Best deal the Broncos didn’t make and the best money Elway never spent. Kaepernick won’t start for the 49ers, won’t stand for the National Anthem and won’t even talk to his biological mother in Colorado.
Bradford was too expensive with too poor a resume. He just was sent to the Vikings for a No. 1 draft pick. Fitzpatrick wanted too much cash. The Broncos checked out RGIII and decided no way, and he has been mediocre for Cleveland in exhibitions. Reserve quarterbacks Glennon, McCown, Kennum and McCarron couldn’t be pried away, and Hoyer is a loser.
Hackenberg, drafted in the second round by the Jets, gave a historically-terrible performance in the final exhibition, completing only 11 of 31 passes for 54 yards and a 90-yard pick-six. Cook slipped to the fourth round (Raiders) and has been lost in camp.
Dak Prescott, who the Broncos liked and brought to Denver for a visit, also fell to the fourth round and was taken by Dallas. He has become the find of the draft, throwing and running for seven touchdowns and compiling a 106.8 QB rating.
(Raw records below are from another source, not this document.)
"use client";
import { signIn } from "next-auth/react";
import { useRouter } from "next/navigation";
import { useActionState, useEffect, useState } from "react";
import { signUp } from "@/app/(auth)/sign-up/actions";
import { Field, FormMessage, SubmitButton } from "@/components/ui/form";

export function SignUpForm() {
  const [state, action] = useActionState(signUp, undefined);
  // Controlled, because React resets uncontrolled fields after a form action and we sign in with it afterwards.
  const [password, setPassword] = useState("");
  const router = useRouter();

  useEffect(() => {
    if (state?.ok && state.values?.email) {
      signIn("credentials", { email: state.values.email, password, redirect: false }).then(() => {
        router.push("/");
        router.refresh();
      });
    }
  }, [state]);

  return (
    <form action={action} className="panel p-6 space-y-4" noValidate>
      <h1 className="text-xl font-semibold">Create a lab</h1>
      <p className="text-sm muted">You become the lab&apos;s lead and can invite researchers, technicians and observers.</p>
      <Field name="name" label="Your name" state={state} autoComplete="name" />
      <Field name="email" label="E-mail" type="email" state={state} autoComplete="email" />
      <div className="space-y-1">
        <label htmlFor="f-password" className="block text-sm font-medium">Password</label>
        <input value={password} onChange={(e) => setPassword(e.target.value)} id="f-password" name="password" type="password" autoComplete="new-password" className="field"
          aria-invalid={state?.errors?.password ? true : undefined} aria-describedby="f-password-hint f-password-err" />
        <p id="f-password-hint" className="text-xs muted">At least 10 characters, mixing letters with digits or symbols.</p>
        {state?.errors?.password && <p id="f-password-err" role="alert" className="text-sm text-rust-600">{state.errors.password.join(" ")}</p>}
      </div>
      <Field name="labName" label="Lab or collection name" state={state} hint="For example: Hillcrest Museum meteorite store" />
      <FormMessage state={state} />
      <SubmitButton pendingText="Creating…">Create lab</SubmitButton>
      <p className="text-sm muted">Already have an account? <a className="link" href="/sign-in">Sign in</a></p>
    </form>
  );
}
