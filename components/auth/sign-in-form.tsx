"use client";
import { useActionState } from "react";
import { signInWithPassword } from "@/app/_actions/sign-in";
import { SubmitButton } from "@/components/ui/form";

export function SignInForm({ email, joined, callbackUrl }: { email: string; joined: boolean; callbackUrl: string }) {
  const [state, action] = useActionState(signInWithPassword, undefined);
  const error = state?.ok === false ? state.message : undefined;
  return (
    <form action={action} className="panel p-6 space-y-4">
      <h1 className="text-xl font-semibold">Sign in</h1>
      {joined && <p role="status" className="text-sm bg-verdigris-50 text-verdigris-800 rounded px-3 py-2">You have joined the lab. Sign in to continue.</p>}
      <input type="hidden" name="callbackUrl" value={callbackUrl} />
      <div className="space-y-1">
        <label htmlFor="email" className="block text-sm font-medium">E-mail</label>
        <input id="email" name="email" type="email" autoComplete="email" required className="field" defaultValue={state?.values?.email ?? email}
          key={state?.values?.email ?? email} aria-describedby={error ? "signin-error" : undefined} />
      </div>
      <div className="space-y-1">
        <label htmlFor="password" className="block text-sm font-medium">Password</label>
        <input id="password" name="password" type="password" autoComplete="current-password" required className="field" aria-describedby={error ? "signin-error" : undefined} />
      </div>
      {error && <p id="signin-error" role="alert" className="text-sm bg-rust-50 text-rust-800 rounded px-3 py-2">{error}</p>}
      <SubmitButton pendingText="Signing in…">Sign in</SubmitButton>
      <p className="text-sm muted">New here? <a className="link" href="/sign-up">Create a lab</a></p>
    </form>
  );
}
With the injury to Tony Romo, Prescott is a starting quarterback and rookie of the year contender.
The Broncos ultimately decided on Paxton Lynch (first round), who is not advanced enough to start, but advanced enough to pass the sinking Sanchez.
And look who’s the surprise starting quarterback.
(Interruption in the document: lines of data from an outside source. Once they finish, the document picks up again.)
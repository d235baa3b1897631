import Link from "next/link";
import { listTrialInspections } from "@/db/queries/inspections";
import { hasAllocation, listArms, listPeopleChoices, listTrialMembers, listTrialNotes } from "@/db/queries/trials";
import { trialPage } from "@/lib/auth/page";
import { blockText } from "@/lib/allocation/allocate";
import { can } from "@/lib/auth/permissions";
import { teamRights } from "@/lib/trials/team";
import { designWarnings } from "@/lib/trials/design-checks";
import { formatDateTime } from "@/lib/format";
import { GEOMETRIC_RULE_TEXT, planDays, type InspectionPlan } from "@/lib/schedule/plans";
import { PRIMARY_OUTCOMES, SCORE_RULES, type PrimaryOutcome } from "@/lib/validation/trials";
import { ConcludeForm, NoteForm, StartForm } from "@/components/trials/lifecycle-forms";
import { ProtocolForm, ScorersForm, TechniciansForm } from "@/components/trials/team-forms";
import { EmptyState } from "@/components/ui/empty-state";
import { DesignWarnings } from "@/components/trials/design-warnings";

export const metadata = { title: "Trial" };

function planText(plan: InspectionPlan) {
  const days = planDays(plan);
  if (plan.kind === "fixed") return `Every ${plan.intervalDays} days, ${plan.count} inspections (days 0–${days[days.length - 1]})`;
  if (plan.kind === "geometric") return `Geometric, ${plan.count} inspections: ${GEOMETRIC_RULE_TEXT}`;
  return `Custom days: ${days.join(", ")}`;
}

export default async function TrialOverviewPage({ params }: { params: Promise<{ trialId: string }> }) {
  const { trialId } = await params;
  const { ctx, trial, access } = await trialPage("/trials/[trialId]", trialId);
  const [arms, members, notes, inspections, allocated, people] = await Promise.all([
    listArms({ labId: ctx.labId, trialId }), listTrialMembers({ labId: ctx.labId, trialId }), listTrialNotes({ labId: ctx.labId, trialId }),
    listTrialInspections({ labId: ctx.labId, trialId }), hasAllocation({ labId: ctx.labId, trialId }), listPeopleChoices({ labId: ctx.labId }),
  ]);
  const open = !access.locked;
  const design = can(ctx.role, "trials.write");
  const team = teamRights(ctx.role);
  const technicians = members.filter((m) => m.role === "technician");
  const scorers = members.filter((m) => m.role === "scorer");
  const primary = scorers.find((s) => s.userId === trial.primaryScorerId);
  const done = inspections.filter((i) => i.doneAt).length;
  const next = inspections.find((i) => !i.doneAt);
  const base = `/trials/${trial.id}`;
  // While the design can still change; once running, the design is fixed and the warnings are moot.
  const warnings = trial.status === "draft" ? designWarnings({ arms, replicatesPerArm: trial.replicatesPerArm }) : [];

  return (
    <div className="space-y-6">
      <div className="flex flex-wrap items-start gap-3">
        <h1 className="text-2xl font-semibold mr-auto max-w-4xl">{trial.title}</h1>
        {design && trial.status === "draft" && <Link className="btn-quiet" href={`${base}/edit`}>Edit design</Link>}
      </div>
      <dl className="grid gap-4 md:grid-cols-3 panel p-4">
        <div className="md:col-span-2"><dt className="text-xs muted">Question</dt><dd className="whitespace-pre-wrap">{trial.question}</dd></div>
        <div><dt className="text-xs muted">Primary outcome</dt><dd>{PRIMARY_OUTCOMES[trial.primaryOutcome as PrimaryOutcome] ?? trial.primaryOutcome}</dd></div>
        {trial.hypothesis && <div className="md:col-span-3"><dt className="text-xs muted">Hypothesis</dt><dd className="whitespace-pre-wrap">{trial.hypothesis}</dd></div>}
        <div><dt className="text-xs muted">Arms</dt><dd>{arms.length} (chambers × treatments) × {trial.replicatesPerArm} replicate{trial.replicatesPerArm === 1 ? "" : "s"}</dd></div>
        <div><dt className="text-xs muted">Allocation</dt><dd>{allocated || trial.allocationSeed ? <>{access.blind ? "seed hidden from blind scorers" : <>seed <span className="font-mono">{trial.allocationSeed}</span></>}{trial.blockByMaterial || trial.blockFactors.length ? `, ${blockText(trial)}` : ""}</> : "not yet"} · <Link className="link" href={`${base}/allocation`}>table</Link></dd></div>
        <div><dt className="text-xs muted">Inspection plan</dt><dd>{planText(trial.schedulePlan)}</dd></div>
        {trial.status !== "draft" && <div><dt className="text-xs muted">Inspections</dt><dd>{done} of {inspections.length} done{next ? <> · next: <Link className="link" href={`${base}/inspections/${next.id}`}>day {next.dayNumber}, {formatDateTime(next.plannedAt)}</Link> ({next.status})</> : ""}</dd></div>}
      </dl>

      <section className="panel p-4 space-y-2" aria-labelledby="arms-h">
        <h2 id="arms-h" className="font-semibold">Arms</h2>
        <ul className="grid gap-1 md:grid-cols-2 text-sm">
          {arms.map((a) => <li key={a.id} className="rounded border border-[var(--line)] px-2 py-1">{a.chamberName} <span className="muted">({a.setpointRhPercent} %RH, {a.nominalTempC} °C)</span> / {a.treatmentName}</li>)}
        </ul>
      </section>

      {trial.status === "draft" && warnings.length > 0 && (
        <section className="panel p-4 space-y-2" aria-labelledby="checks-h">
          <h2 id="checks-h" className="font-semibold">Design checks</h2>
          <DesignWarnings warnings={warnings} id="design-warnings" />
          {design && <p className="text-xs"><Link className="link" href={`${base}/edit`}>Edit the design</Link> to address them, or start anyway if the trial is a pilot.</p>}
        </section>
      )}

      {trial.status === "draft" && design && (
        <section className="panel p-4 space-y-3" aria-labelledby="start-h">
          <h2 id="start-h" className="font-semibold">Start the trial</h2>
          {allocated ? <StartForm trialId={trial.id} firstDays={planDays(trial.schedulePlan)} />
            : <EmptyState text="Allocate specimens to the arms first; the start places them and plans the inspections." action={{ href: `${base}/allocation`, label: "Allocate specimens" }} />}
        </section>
      )}

      <div className="grid gap-6 lg:grid-cols-2">
        <section className="panel p-4 space-y-3" aria-labelledby="team-h">
          <h2 id="team-h" className="font-semibold">Team</h2>
          <p className="text-sm"><span className="muted">Technicians (get reminders): </span>{technicians.map((t) => t.name).join(", ") || <span className="text-rust-700">none yet — nobody gets reminders</span>}</p>
          <p className="text-sm"><span className="muted">Scorers: </span>{scorers.map((s) => `${s.name}${s.blind ? " (blind)" : ""}`).join(", ") || "none yet"}</p>
          <p className="text-sm"><span className="muted">Score of record: </span>{SCORE_RULES[trial.scoreRule]}{trial.scoreRule === "primary-scorer" ? ` — ${primary?.name ?? "not chosen yet"}` : ""}</p>
          {open && team.technicianIds && <details><summary className="cursor-pointer text-sm underline underline-offset-2 text-[var(--accent)]">Change technicians</summary><div className="pt-3"><TechniciansForm trialId={trial.id} people={people} initial={technicians.map((t) => t.userId)} /></div></details>}
          {trial.status !== "draft" && <p className="text-sm"><Link className="link" href={`${base}/scoring`}>Scorers and the score-of-record rule are managed on the Scoring tab</Link></p>}
          {trial.status === "draft" && team.scorers && (
            <details><summary className="cursor-pointer text-sm underline underline-offset-2 text-[var(--accent)]">Assign scorers</summary><div className="pt-3">
              <ScorersForm trialId={trial.id} people={people} initial={scorers.map((s) => ({ userId: s.userId, blind: s.blind }))} scoreRule={trial.scoreRule} primaryScorerId={trial.primaryScorerId} />
            </div></details>
          )}
        </section>
        <section className="panel p-4 space-y-3" aria-labelledby="protocol-h">
          <h2 id="protocol-h" className="font-semibold">Photo protocol</h2>
          {trial.photoProtocol.length === 0 ? <p className="text-sm muted">No checklist.</p> : <ol className="list-decimal pl-5 text-sm space-y-1">{trial.photoProtocol.map((l, i) => <li key={i}>{l}</li>)}</ol>}
          {open && team.photoProtocol && <details><summary className="cursor-pointer text-sm underline underline-offset-2 text-[var(--accent)]">Edit the checklist</summary><div className="pt-3"><ProtocolForm trialId={trial.id} initial={trial.photoProtocol} /></div></details>}
        </section>
      </div>

      <section className="panel p-4 space-y-3" aria-labelledby="notes-h">
        <h2 id="notes-h" className="font-semibold">Notes</h2>
        {notes.length === 0 ? <p className="text-sm muted">No notes yet. Notes are appended, never edited, and can be added after the trial is concluded.</p> : (
          <ul className="space-y-2">
            {notes.map((n) => <li key={n.id} className="text-sm"><p className="whitespace-pre-wrap">{n.body}</p><p className="text-xs muted">{n.author ?? "—"} · {formatDateTime(n.createdAt)}</p></li>)}
          </ul>
        )}
        {can(ctx.role, "trials.notes") && <NoteForm trialId={trial.id} />}
        <p className="text-xs"><Link className="link" href="/audit?entity=trial">Audit trail of trials</Link></p>
      </section>

      {trial.status === "running" && can(ctx.role, "trials.conclude") && (
        <section className="panel p-4 space-y-3" aria-labelledby="conclude-h">
          <h2 id="conclude-h" className="font-semibold">Conclude the trial</h2>
          <ConcludeForm trialId={trial.id} />
        </section>
      )}
      {access.locked && <p className="text-sm rounded-md px-3 py-2 bg-iron-100 text-iron-800">Concluded {trial.concludedAt ? formatDateTime(trial.concludedAt) : ""}. The record is locked: design, allocation, placements, inspections, photos and scores no longer change. Notes can still be appended.</p>}
      <p className="text-xs muted max-w-3xl">Trial results guide storage decisions; they do not replace a conservator&apos;s judgement of each object.</p>
    </div>
  );
}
Sal Paolantonio of ESPN, one of the very best pro football reporters and analysts in the business, now has reported that Elway, the Old QB, talked with Siemian, the Young QB. “”“Just go out and play,” Sal quoted Elway as saying to Siemian. “Don’t worry about making mistakes. Don’t worry about turnovers. You’re going to make mistakes. But just bounce back.”
That was a problem in the second exhibition, which he started. Siemian led the Broncos immediately down the field for a touchdown in the first quarter. Yet, later, he threw an interception returned for a touchdown. And he looked like a kid who had lost his lunch money afterward. He didn’t complete another pass in his next possession, and Gary Kubiak removed him from the game and put an arm around Siemian, somewhat, I guess, to console him. “”I’ll buy your lunch,” Kubiak might have said.
This is a long way from when Elway and I talked before Tim Tebow started his first playoff game for the Broncos against Pittsburgh. Tebow had helped get the Broncos to the postseason after taking over for Kyle Orton in mid-season. But he was tentative, and many of his passes were, to use baseball pitcher terms, a bit outside (by yards) or seemed like sliders thrown in the dirt in front of home plate. I asked Elway if he intended to have a meeting with Tebow before Steelers game. “”No, I don’t want to mess with his mind.” So I said to Elway: “”What would you say to him?”
Elway didn’t pause.
“”Pull the trigger.”
That was the money shot. Elway said it all with three words. Don’t hesitate. Don’t overthink. Just throw the ball. Elway actually put another word in his description.
Elway’s words went viral on the interview and in social media. “”Pull The Trigger” became the rallying cry for Tim Tebow. When asked about the story I wrote quoting Elway, Tebow replied: “”He’s right.”
Guess what? Tebow did pull the trigger, especially on the first play of overtime when he hit Demaryius Thomas on a short slant, and Thomas raced 80 yards for the winning touchdown.
Tebow played awful the next week in New England and finally, and mercifully, was removed with injured ribs.
He never started or played another game with the Broncos, and never started again in the NFL.
I wonder if Elway also told Siemian: “”Pull the trigger.”
Elway, Kubiak, Hannibal Smith (leader of TV’s “”A Team”) and the rest of us will find out soon enough, perhaps Thursday night in the season opener against Carolina, if this Plan S comes together or falls apart.
(This column has been updated since originally appearing The Gazette and in a number of newspapers throughout the country.)